Kanerou would be a IEI on Ti mode this would be introverted judgment but because she is a feeler led her to being typed as EII (Fi leading). Her typing in MBTI as a SEI correlate is also understandable if she is an IEI.

She does this cunning(Ni) not concerning(Si) eye-drifts to the left (right on the screen) very often. I need to make a comparison video :mellow: or more.

Satisfied?


----------



## Kanerou

Zero11 said:


> Goddamn her movements are the same :shocked:
> 
> Kanerou would be a IEI on Ti mode this would be introverted judgment but because she is a feeler led her to being typed as EII (Fi leading). Her typing in MBTI as a SEI correlate is also understandable if she is an IEI.
> 
> She does this cunning(Ni) not concerning(Si) eye-drifts to the left (right on the screen) very often. I need to make a comparison video :mellow: or more.
> 
> Satisfied?


Much better, thank you. SEI's not an MBTI type, though. 

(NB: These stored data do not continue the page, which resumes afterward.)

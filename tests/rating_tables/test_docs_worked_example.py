"""The worked example of docs/rating-table.md, section "Worked example", checked with the rater.

The table folder and the book are read from the page itself (each file is the fenced block after a
`<!-- file: PATH -->` line), so the page and the test cannot drift apart. The figures were computed
by hand on the page; here `rating_tables.rate` must give them to the cent, and the files must be in
the canonical form that `rating_tables.save` writes.
"""

from __future__ import annotations

import re
from pathlib import Path

import pandas as pd
import pytest

import rating_tables

PAGE = Path(__file__).resolve().parents[2] / "docs" / "rating-table.md"
SECTION = "Worked example"
FILE_BLOCK = re.compile(r"<!-- file: (?P<path>[^ ]+) -->\n```[a-z]*\n(?P<text>.*?)```", re.S)


def section(text: str, title: str) -> str:
    """The body of the `## title` section of a Markdown page, up to the next `## ` heading."""
    start = text.index(f"\n## {title}\n")
    end = text.find("\n## ", start + 1)
    return text[start:] if end < 0 else text[start:end]


@pytest.fixture(scope="module")
def example(tmp_path_factory) -> dict:
    """The section's text, its files written under a temporary folder, and the loaded table."""
    body = section(PAGE.read_text(encoding="utf-8"), SECTION)
    base = tmp_path_factory.mktemp("worked")
    files = {m["path"]: m["text"] for m in FILE_BLOCK.finditer(body)}
    assert set(files) == {"table.json", "factors/driver_age.csv", "factors/region.csv", "book.csv"}
    for path, text in files.items():
        target = base / ("book" if path == "book.csv" else "table") / path
        target.parent.mkdir(parents=True, exist_ok=True)
        target.write_text(text, encoding="utf-8")
    return {
        "body": body,
        "files": files,
        "table": rating_tables.load(base / "table"),
        "book": pd.read_csv(base / "book" / "book.csv", dtype={"policy_id": str, "region": str}),
    }


def test_the_example_files_are_in_canonical_form(example, tmp_path):
    """Saving the loaded table writes the page's files byte for byte."""
    rating_tables.save(example["table"], tmp_path)
    for path, text in example["files"].items():
        if path != "book.csv":
            assert (tmp_path / path).read_text(encoding="utf-8") == text, path


def test_the_rater_gives_the_hand_figures(example):
    """P1: rate (300 x 1.4) x 1.25 = 525, term (525 x 1.1 + 40) / 0.8 = 771.875, gross x 0.5 =
    385.9375 -> 385.94; P2: fallback North, 115.625 on paper, 115.62500000000001 in double precision
    (the divisor 1 - 0.15 - 0.05 is 0.7999999999999999) -> 115.63; P3: term 421.25 below the
    minimum 450 per full term, charged 450 x 0.2 = 90.00 with an adjustment of 5.75; P4: region
    missing, the missing row 1.1: pure 330 x 0.8 = 264, gross 503.75 x 0.8 = 403. Figures computed
    by hand on the page."""
    rated = rating_tables.rate(example["table"], example["book"], exposure_column="exposure")
    assert rated["pure_premium"].tolist() == [262.5, 75.0, 54.0, 264.0]
    assert rated["gross_premium"].tolist() == [385.94, 115.63, 90.0, 403.0]
    assert rated["minimum_premium_adjustment"].tolist() == [0.0, 0.0, 5.75, 0.0]
    assert rated["at_minimum"].tolist() == [False, False, True, False]
    assert rated["rel_driver_age"].tolist() == [1.4, 1.0, 1.0, 1.0]
    assert rated["rel_region"].tolist() == [1.25, 1.0, 0.9, 1.1]
    for figure in ("**385.94**", "**115.63**", "**90.00**", "264.00", "**403.00**", "5.75"):
        assert figure in example["body"], figure


def test_the_build_up_adds_up_to_the_gross_premium(example):
    """Before rounding the loads and the adjustment add up to the gross premium; after rounding each
    column on its own, within one cent per column (the page's P2 is a cent short)."""
    rated = rating_tables.rate(example["table"], example["book"], exposure_column="exposure")
    parts = [
        "pure_premium",
        "lae_load",
        "fixed_expense_load",
        "variable_expense_load",
        "profit_load",
        "minimum_premium_adjustment",
    ]
    gap = (rated[parts].sum(axis=1) - rated["gross_premium"]).abs()
    assert gap.max() <= 0.005 * len(parts) + 1e-9
    assert gap.tolist() == pytest.approx([0.0, 0.01, 0.0, 0.0], abs=1e-9)


def test_the_missing_row_and_the_counts_on_the_page(example, tmp_path):
    """region.csv's last row is the missing row (1.1, 35 policy-years); `premiumlab rate` states the
    rows at the fallback and at the missing row as the page shows."""
    from premiumlab.cli.format import level_count_lines

    region = example["table"].factor("region")
    assert region.levels == ("North", "South", "Coast")
    assert region.missing == rating_tables.MissingRow(1.1, 35.0)
    (tmp_path / "book.csv").write_text(example["files"]["book.csv"], encoding="utf-8")
    rated = rating_tables.rate_file(example["table"], tmp_path / "book.csv", tmp_path / "rated.csv", "exposure")
    assert rated.counts == (rating_tables.LevelCounts("region", 1, 1, "North", ("Islands",)),)
    (line,) = level_count_lines(rated.counts)
    assert f"```\n{line}\n```" in example["body"]


def test_the_rated_book_on_the_page_is_the_raters(example):
    """Every cell of the page's rated-book table, as the rater computes it (money to the cent)."""
    rated = rating_tables.rate(example["table"], example["book"], exposure_column="exposure")
    lines = [line for line in example["body"].splitlines() if line.startswith("| P")]
    header = next(line for line in example["body"].splitlines() if line.startswith("| policy_id"))
    columns = [c.strip() for c in header.strip("|").split("|")]
    assert columns == list(rated.columns)
    assert len(lines) == len(rated)
    money = [
        "pure_premium",
        "lae_load",
        "fixed_expense_load",
        "variable_expense_load",
        "profit_load",
        "minimum_premium_adjustment",
        "gross_premium",
    ]
    for line, (_, row) in zip(lines, rated.iterrows()):
        cells = dict(zip(columns, (c.strip() for c in line.strip("|").split("|"))))
        for name in money:
            assert cells[name] == f"{row[name]:.2f}", (row["policy_id"], name)
        for name in ("rel_driver_age", "rel_region", "exposure"):
            assert float(cells[name]) == row[name], (row["policy_id"], name)
        assert cells["at_minimum"] == str(row["at_minimum"]), row["policy_id"]


def test_annual_rating_of_the_first_policy(example):
    """--annual: one full term, pure 525, gross (525 x 1.1 + 40) / 0.8 = 771.875 -> 771.88."""
    rated = rating_tables.rate(example["table"], example["book"].drop(columns="exposure"), annual=True)
    assert rated["pure_premium"].iloc[0] == pytest.approx(525.0, rel=1e-12)
    assert rated["gross_premium"].iloc[0] == 771.88
    assert "**771.88**" in example["body"]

I disagree on your method of differentiating Ni and Si. Do you have any better evidence for it?


----------



## Zero11

Kanerou said:


> Much better, thank you. SEI's not an MBTI type, though.
> 
> I disagree on your method of differentiating Ni and Si. Do you have any better evidence for it?


You said that you typed ISFJ in MBTI that would make an SEI.

I "stole" it form Pod´Lair (I´m not part of it) it is described in the videos Nyy´xai (Ne Fi) and nai´Zyy (Ni Te) of Typology Town. The summary that I wrote about it is on my Netbook (on the 24th December my Mainboard died and I was forced to use it until the new parts were delivered) and I´m to lazy to turn it on now. You can PM me if there is further interest :wink:

It´s not unusual that you disagree on "my" typing method it´s still in an experimental phase. But you are definetely the same type as Pneumoceptor. I could recognize some of your movements in myself.


----------



## Kanerou

Zero11 said:


> You said that you typed ISFJ in MBTI that would make an SEI.


I did not say that. In fact, see a couple of posts ago where I specifically mentioned that I do _not_ type ISFJ.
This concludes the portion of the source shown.